(Extracted data entries)
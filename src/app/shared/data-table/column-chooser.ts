import { ChangeDetectionStrategy, Component, input } from '@angular/core';
import { MatButtonModule } from '@angular/material/button';
import { MatCheckboxModule } from '@angular/material/checkbox';
import { MatIconModule } from '@angular/material/icon';
import { MatMenuModule } from '@angular/material/menu';
import type { ColumnChoice } from './column-choice';

/** A menu of checkboxes choosing the table's columns; the choice is remembered (ColumnChoice). */
@Component({
  selector: 'cw-column-chooser',
  imports: [MatButtonModule, MatCheckboxModule, MatIconModule, MatMenuModule],
  template: `
    <button mat-stroked-button type="button" [matMenuTriggerFor]="menu" aria-label="Choose columns">
      <mat-icon aria-hidden="true">view_column</mat-icon>
      Columns
    </button>
    <mat-menu #menu="matMenu" class="cw-column-menu">
      @for (column of choice().all; track column.id) {
        <button mat-menu-item type="button" role="menuitemcheckbox" [attr.aria-checked]="choice().isShown(column.id)" (click)="$event.stopPropagation(); choice().toggle(column.id)">
          <mat-checkbox [checked]="choice().isShown(column.id)" (click)="$event.preventDefault()" tabindex="-1" aria-hidden="true" />
          {{ column.label }}
        </button>
      }
    </mat-menu>
  `,
  changeDetection: ChangeDetectionStrategy.OnPush,
})
export class ColumnChooser {
  readonly choice = input.required<ColumnChoice>();
}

- Work request -
Using the records above, copy exactly the lines from the one containing "</mat-menu>" through the last, inclusive, and nothing else.

- Output for this exercise -
    </mat-menu>
  `,
  changeDetection: ChangeDetectionStrategy.OnPush,
})
export class ColumnChooser {
  readonly choice = input.required<ColumnChoice>();
}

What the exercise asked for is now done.